For the SDXL model, simple set:
```diff
+ --do_edm_style_training \
```
Other SDXL-like models that use the EDM formulation, such as [playgroundai/playground-v2.5-1024px-aesthetic](https://huggingface.co/playgroundai/playground-v2.5-1024px-aesthetic), can also be DreamBooth'd with the script. Below is an example command:
```bash
accelerate launch train_dreambooth_lora_sdxl.py \
--pretrained_model_name_or_path="playgroundai/playground-v2.5-1024px-aesthetic" \
--instance_data_dir="dog" \
--output_dir="dog-playground-lora" \
--mixed_precision="fp16" \
--instance_prompt="a photo of sks dog" \
--resolution=1024 \
--train_batch_size=1 \
--gradient_accumulation_steps=4 \
--learning_rate=1e-4 \
--use_8bit_adam \
--report_to="wandb" \
--lr_scheduler="constant" \
--lr_warmup_steps=0 \
--max_train_steps=500 \
--validation_prompt="A photo of sks dog in a bucket" \
--validation_epochs=25 \
--seed="0" \
--push_to_hub
```
> [!CAUTION]
> Min-SNR gamma is not supported with the EDM-style training yet. When training with the PlaygroundAI model, it's recommended to not pass any "variant".
### DoRA training
The script now supports DoRA training too!
> Proposed in [DoRA: Weight-Decomposed Low-Rank Adaptation](https://arxiv.org/abs/2402.09353),
**DoRA** is very similar to LoRA, except it decomposes the pre-trained weight into two components, **magnitude** and **direction** and employs LoRA for _directional_ updates to efficiently minimize the number of trainable parameters.
The authors found that by using DoRA, both the learning capacity and training stability of LoRA are enhanced without any additional overhead during inference.
> [!NOTE]
> 💡DoRA training is still _experimental_
> and is likely to require different hyperparameter values to perform best compared to a LoRA.
> Specifically, we've noticed 2 differences to take into account your training:
> 1. **LoRA seem to converge faster than DoRA** (so a set of parameters that may lead to overfitting when training a LoRA may be working well for a DoRA)
> 2. **DoRA quality superior to LoRA especially in lower ranks** the difference in quality of DoRA of rank 8 and LoRA of rank 8 appears to be more significant than when training ranks of 32 or 64 for example.
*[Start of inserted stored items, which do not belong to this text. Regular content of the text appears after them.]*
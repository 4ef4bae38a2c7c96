"""Insert ▸ System: place a ready-made rig (3:1, compound, vector pull, anchor systems) by clicking the site.

Choosing a system starts :class:`SystemPickTool`, a small state machine: click the
load, the anchor (and any further anchors), then where the haul team stands; the
status bar says what to click next and Esc drops the picks without touching the
rig.  The system is built by :func:`solver.templates.place_template` and pushed as
one undoable ``Document.apply`` edit, after which it is an ordinary drawing.
:class:`SystemDialog` does the same from the keyboard: a list of systems with
their nominal mechanical advantage (strand count) and description, and combos for the points.
"""

from __future__ import annotations

import logging
from dataclasses import dataclass, field

from PySide6.QtCore import QLineF, Qt
from PySide6.QtGui import QAction, QPainterPath
from PySide6.QtWidgets import (
    QComboBox,
    QDialog,
    QDialogButtonBox,
    QFormLayout,
    QGraphicsLineItem,
    QGraphicsPathItem,
    QHBoxLayout,
    QLabel,
    QHeaderView,
    QTreeWidget,
    QTreeWidgetItem,
    QMenu,
    QToolBar,
    QToolButton,
    QVBoxLayout,
    QWidget,
)

from sketchpad import theme
from sketchpad.fields import ERROR_STYLE
from sketchpad.geometry import to_scene
from sketchpad.plain_text import bold, escaped, plain_label, rich_label
from sketchpad.tools import Tool
from solver.errors import RopewrightError
from solver.model import Point, Rig
from solver.templates import TEMPLATES, Template, new_ids, place_template

log = logging.getLogger(__name__)

TOOL_NAME = "place-system"
PICK_MARK_PX = 13.0  # ring drawn round each picked point, pixels


def ma_text(tpl: Template) -> str:
    """The nominal mechanical advantage (the strand count, solver.nominal_ma) as a planner writes it ("3:1"),
    or words when it depends on the geometry."""
    if tpl.ma_ideal is None:
        return "depends on angle" if tpl.name.startswith("vector") else "—"
    return f"{tpl.ma_ideal:g}:1"


def menu_text(tpl: Template) -> str:
    """A system's menu entry: its title, with its MA when the title does not already say it ("Redirect (1:1)")."""
    ma = ma_text(tpl)
    if tpl.ma_ideal is None:
        return f"{tpl.title}, MA {ma}" if tpl.name.startswith("vector") else tpl.title
    return tpl.title if tpl.title.startswith(ma) else f"{tpl.title} ({ma})"


def needs_load(tpl: Template) -> bool:
    return "load" in tpl.needs


def may_load(tpl: Template) -> bool:
    return "load?" in tpl.needs


def may_haul(tpl: Template) -> bool:
    return "haul?" in tpl.needs


def can_anchor(p: Point) -> bool:
    """A point that can hold a system: fixed, and not the load or a haul team."""
    return p.is_fixed and p.kind not in ("load", "haul", "person")


@dataclass
class Picks:
    """What has been clicked so far for one system (point ids, a haul place in site metres)."""

    load: str | None = None
    anchor: str | None = None
    extras: list[str] = field(default_factory=list)
    haul_at: tuple[float, float] | None = None
    haul_id: str | None = None
    master_at: tuple[float, float] | None = None  # anchor systems: where the master point goes

    def ids(self) -> list[str]:
        return [i for i in (self.load, self.anchor, *self.extras, self.haul_id) if i]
> This is also aligned with some of the quantitative analysis shown in the paper.
**Usage**
1. To use DoRA you need to upgrade the installation of `peft`:
```bash
pip install-U peft
```
2. Enable DoRA training by adding this flag
```bash
--use_dora
```
**Inference**
The inference is the same as if you train a regular LoRA 🤗
## Format compatibility
You can pass `--output_kohya_format` to additionally generate a state dictionary which should be compatible with other platforms and tools such as Automatic 1111, Comfy, Kohya, etc. The `output_dir` will contain a file named "pytorch_lora_weights_kohya.safetensors".